It’s a surprisingly well-engineered DRM system for such a shittily engineered
juicer.

In fact, the DRM system might be the only good part in this entire device,
from an engineering perspective.

------
quesnel
They should have used the effects of artificial scarcity and marketed the pulp
squeezer to offices, stores, airports, etc. There are plenty of YouTube
vloggers that can stumble upon one of the squeezers at a store or an airport.
Then they can sell it to consumers.

The best thing about this story is the Juicero's CEO saying that people that
squeeze their pulp bags are hackers [1]

 _So when I saw this week’s headlines about hacking and hand-squeezing Produce
Packs, I had a one overriding thought: ”We know hacking consumer products is
nothing new. [...]”_

and then people mocking the juice hackers as jackers on Twitter [2].
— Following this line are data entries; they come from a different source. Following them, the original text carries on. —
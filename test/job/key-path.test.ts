import { describe, expect, it } from 'vitest';
import { formatKeyPath } from '../../lib/job/key-path.js';

describe('formatKeyPath(path)', () => {
  it('formatKeyPath() joins keys with dots and indices in brackets', () => {
    expect(formatKeyPath(['workers', 0, 'recordings', 1, 'channels', 0, 'signal'])).toBe('workers[0].recordings[1].channels[0].signal');
  });
  it('formatKeyPath() quotes keys that are not plain words', () => {
    expect(formatKeyPath(['settings', 'a b'])).toBe('settings["a b"]');
  });
  it('formatKeyPath([]) names the top level', () => {
    expect(formatKeyPath([])).toBe('(top level)');
  });
});
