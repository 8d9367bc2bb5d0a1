// Conversion of thresholds between %MVE and %RVE with a worker's ratio k = RVE/MVE
// (METHODS.md §2.5 and §3.5: straightforward algebra, practice FROM MEMORY).

import { UsageError } from '../errors.js';
import { exposureMsg } from '../messages.js';

function checkK(k: number): void {
  if (!(Number.isFinite(k) && k > 0)) throw new UsageError(exposureMsg.ratioNotPositive(k));
}

/**
 * The ratio k = RVE amplitude / MVE amplitude of one worker (same electrodes, filters, window).
 *
 * @param rveUv RVE amplitude in µV (> 0)
 * @param mveUv MVE amplitude in µV (> 0)
 * @example rveOverMve(60, 400) // 0.15
 */
export function rveOverMve(rveUv: number, mveUv: number): number {
  if (!(Number.isFinite(mveUv) && mveUv > 0)) throw new UsageError(exposureMsg.referenceNotPositive(mveUv));
  if (!(Number.isFinite(rveUv) && rveUv > 0)) throw new UsageError(exposureMsg.referenceNotPositive(rveUv));
  return rveUv / mveUv;
}

/**
 * A threshold in %MVE expressed in %RVE: threshold / k.
 *
 * @param thresholdPctMve threshold in %MVE
 * @param kRveOverMve the worker's RVE/MVE ratio (> 0)
 * @returns threshold in %RVE
 * @throws UsageError when k is not a finite number > 0
 * @example thresholdToRve(0.5, 0.15) // 3.333…
 */
export function thresholdToRve(thresholdPctMve: number, kRveOverMve: number): number {
  checkK(kRveOverMve);
  return thresholdPctMve / kRveOverMve;
}

/**
 * A threshold in %RVE expressed in %MVE: threshold · k (inverse of thresholdToRve).
 *
 * @param thresholdPctRve threshold in %RVE
 * @param kRveOverMve the worker's RVE/MVE ratio (> 0)
 * @example thresholdToMve(33.333, 0.15) // 5.0
 */
export function thresholdToMve(thresholdPctRve: number, kRveOverMve: number): number {
  checkK(kRveOverMve);
  return thresholdPctRve * kRveOverMve;
}
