describe('loadJob(path) on a valid job', () => {
  it('loadJob(example) fills every default and keeps the given settings', async () => {
    const { study, dir, job } = await loadText(variant());
    expect(study.title).toBe('Packing bench trial');
    expect(study.site).toBe('Line 2');
    expect(study.analyst).toBeNull();
    expect(study.jobFile).toBe(job);
    expect(study.baseDir).toBe(dir);
    expect(study.settings).toEqual({ ...DEFAULTS, rms_window_s: 0.125 });
    expect(study.unit).toBe('%MVE');
    expect(study.gapThreshold).toMatchObject({ value: 0.5, unit: '%MVE', convertPerWorker: false });
  });

  it('loadJob(example) resolves paths, channels, segments, reference and rest spans', async () => {
    const { study, dir } = await loadText(variant());
    const [a, b] = study.workers[0].recordings;
    expect(a).toMatchObject({ id: 'W1/w1-bench-a.edf', file: join(dir, 'w1-bench-a.edf'), condition: 'bench-a', duration_s: 3600 });
    expect(a.channels).toEqual([{ signal: 'EMG R trapezius', signalIndex: 0, muscle: 'upper trapezius, right', rate_hz: 1000 }]);
    expect(a.segments).toEqual([
      { label: 'sorting', start_s: 0, end_s: 1800, source: 'job' },
      { label: 'packing', start_s: 1800, end_s: 3600, source: 'job' },
    ]);
    expect(a.reference).toEqual([{ file: join(dir, 'w1-ref.edf'), fileAsWritten: 'w1-ref.edf', rate_hz: null, start_s: 0, end_s: 30, annotation: null, signalIndices: [0] }]);
    expect(a.rest[0]).toMatchObject({ start_s: 40, end_s: 70 });
    // muscle defaults to the signal label; annotations with a duration become segments
    expect(b.channels[0].muscle).toBe('EMG R trapezius');
    expect(b.segments.map((s) => [s.label, s.start_s, s.end_s, s.source])).toEqual([
      ['task: sorting', 0, 1000, 'annotation'], ['task: packing', 1000, 2000, 'annotation'],
    ]);
  });

  it('loadJob() resolves a reference given by annotation text to every matching annotation (several trials)', async () => {
    const { study } = await loadText(variant({ 9: '    reference: { file: w1-ref.edf, annotation: MVC }' }));
    expect(study.workers[0].recordings[0].reference.map((s) => [s.start_s, s.end_s, s.annotation])).toEqual([[5, 8, 'MVC'], [15, 18, 'MVC']]);
  });

  it('loadJob() accepts a list of spans and a recording-level override without file', async () => {
    const { study } = await loadText(variant({ 9: '    reference: [{ file: w1-ref.edf, start_s: 0, end_s: 10 }, { file: w1-ref.edf, start_s: 20, end_s: 30 }]' },
      []).replace('        condition: bench-b\n', '        condition: bench-b\n        reference: { start_s: 2100, end_s: 2200 }\n'));
    const [a, b] = study.workers[0].recordings;
    expect(a.reference.map((s) => s.start_s)).toEqual([0, 20]);
    expect(b.reference).toMatchObject([{ fileAsWritten: 'w1-bench-b.edf', start_s: 2100, end_s: 2200 }]);
  });

  it('loadJob() picks annotation segments by prefix and strips it from the label', async () => {
    const { study } = await loadText(variant({ 23: '        segments: { annotations: { prefix: "task: " } }' }));
    expect(study.workers[0].recordings[1].segments.map((s) => s.label)).toEqual(['sorting', 'packing']);
  });

  it('loadJob() picks annotation segments by an include list', async () => {
    const { study } = await loadText(variant({ 23: '        segments: { annotations: { include: ["task: packing"] } }' }));
    expect(study.workers[0].recordings[1].segments).toEqual([{ label: 'task: packing', start_s: 1000, end_s: 2000, source: 'annotation' }]);
  });

  it('loadJob() reads segments from a CSV file, sorted by start', async () => {
    const { study } = await loadText(variant({ 23: '        segments: { csv: seg.csv }' }),
      { 'seg.csv': 'label,start_s,end_s\n"packing, line 2",600,1200\nsorting,0,600\n' });
    expect(study.workers[0].recordings[1].segments).toEqual([
      { label: 'sorting', start_s: 0, end_s: 600, source: 'csv' },
      { label: 'packing, line 2', start_s: 600, end_s: 1200, source: 'csv' },
    ]);
  });

  it('loadJob() with normalize none and no noise correction needs no reference or rest', async () => {
    const { study } = await loadText(variant({ 6: '  normalize: none\n  noise_correction: false', 9: null, 10: null }));
    expect(study.unit).toBe('uV');
    expect(study.workers[0].recordings[0].reference).toEqual([]);
    expect(study.gapThreshold.unit).toBe('uV');
  });

  it('loadJob() with normalize rve and mve_reference converts a %MVE gap threshold per worker', async () => {
    const { study } = await loadText(variant({ 6: '  normalize: rve', 10: '    rest: { file: w1-ref.edf, start_s: 40, end_s: 70 }\n    mve_reference: { file: w1-ref.edf, annotation: MVC }' }));
    expect(study.gapThreshold).toMatchObject({ unit: '%MVE', convertPerWorker: true });
    expect(study.workers[0].recordings[0].mveReference).toHaveLength(2);
  });

  it('loadJob() with normalize rve and no mve_reference takes the threshold as %RVE and says so', async () => {
    const { study } = await loadText(variant({ 6: '  normalize: rve' }));
    expect(study.gapThreshold).toMatchObject({ unit: '%RVE', convertPerWorker: false });
    expect(study.gapThreshold.note).toMatch(/%RVE/);
  });

  it('loadJob() treats an empty settings block (all commented out) as all defaults', async () => {
    const { study } = await loadText(variant({ 5: '  # band_hz: [30, 400]', 6: '  # eva:' }));
    expect(study.settings).toEqual(DEFAULTS);
  });

  it('loadJob() accepts a numeric worker id as text', async () => {
    const { study } = await loadText(variant({ 8: '  - id: 7' }));
    expect(study.workers[0].id).toBe('7');
  });
});
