// APDF load levels of a normalized envelope: the percentiles of the envelope over valid time
// (Jonsson 1982, FROM MEMORY; 10/50/90th percentiles FOUND in Hansson 2009/2010, Nordander 2004).

import { DEFAULTS } from './defaults.js';
import { percentileSorted, sortedValid } from './percentile.js';

export interface ApdfOptions {
  /** Probability levels in percent. @default [10, 50, 90] (DEFAULTS.percentiles) */
  percentiles?: readonly number[];
  /** sortedValid(envelope) when the caller already has it, or rankedValid(envelope, levels including these). @default computed */
  sorted?: Float64Array;
}

export interface ApdfResult {
  /** The probability levels, in %. */
  q: number[];
  /** Load level per q, in the unit of the envelope; null when no valid sample. */
  levels: (number | null)[];
  /** The same levels keyed p<q> (p10, p50, p90), as in ResultRow. */
  byKey: Record<`p${number}`, number | null>;
  /** Number of valid (non-NaN) samples used. */
  valid_n: number;
}

/**
 * APDF load levels (static / median / peak = P10 / P50 / P90 by default) of an envelope slice.
 *
 * Every envelope sample weighs the same (uniform sampling), NaN samples are excluded; percentile
 * convention numpy 'linear' (type 7), see `percentiles`.
 *
 * @param envelope normalized envelope (e.g. %MVE) at a uniform rate; NaN = invalid
 * @param options.percentiles levels in % (@default [10, 50, 90])
 * @throws UsageError when a level is outside 0…100
 * @example apdf(Float64Array.of(1,2,3,4,5,6,7,8,9,10)).levels // [1.9, 5.5, 9.1]
 */
export function apdf(envelope: ArrayLike<number>, options: ApdfOptions = {}): ApdfResult {
  const q = [...(options.percentiles ?? DEFAULTS.percentiles)];
  const s = options.sorted ?? sortedValid(envelope);
  const levels = q.map((p) => {
    const v = percentileSorted(s, p);
    return Number.isNaN(v) ? null : v;
  });
  const byKey: Record<`p${number}`, number | null> = {};
  q.forEach((p, i) => { byKey[`p${p}`] = levels[i]!; });
  return { q, levels, byKey, valid_n: s.length };
}

/**
 * The APDF curve for charts: the envelope value at every percent 0, 1, …, 100.
 *
 * @param envelope normalized envelope; NaN ignored
 * @returns 101 values (index = percent); empty array when no valid sample
 * @example apdfCurve(Float64Array.of(0, 100))[25] // 25
 */
export function apdfCurve(envelope: ArrayLike<number>): number[] {
  return apdfCurveSorted(sortedValid(envelope));
}

/** The levels of the APDF curve, % (0, 1, …, 100). */
export const APDF_CURVE_LEVELS: readonly number[] = Object.freeze(Array.from({ length: 101 }, (_, p) => p));

/**
 * apdfCurve of values already sorted ascending and free of NaN (sortedValid's output, or
 * rankedValid's for APDF_CURVE_LEVELS).
 * @example apdfCurveSorted(sortedValid(env))
 */
export function apdfCurveSorted(s: Float64Array): number[] {
  if (s.length === 0) return [];
  const out: number[] = new Array(101);
  for (let p = 0; p <= 100; p++) out[p] = percentileSorted(s, APDF_CURVE_LEVELS[p]!);
  return out;
}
[1] [https://medium.com/@Juicero/a-note-from-juiceros-new-ceo-
cb2...](https://medium.com/@Juicero/a-note-from-juiceros-new-ceo-cb23a1462b03)
[2]
[https://twitter.com/XEECEEVEVO/status/855152667722526720](https://twitter.com/XEECEEVEVO/status/855152667722526720)

------
argonaut
Yes, it's all bogus marketing, but people mocking Juicero should be reminded
that bottled water and luxury fashion goods of any kind are all multi-hundred
billion dollar markets, not to mention any of the trillion (?) dollar
commodity prepared foods segments. Many of these industries differentiate
through intellectually-nonsensical lifestyle marketing.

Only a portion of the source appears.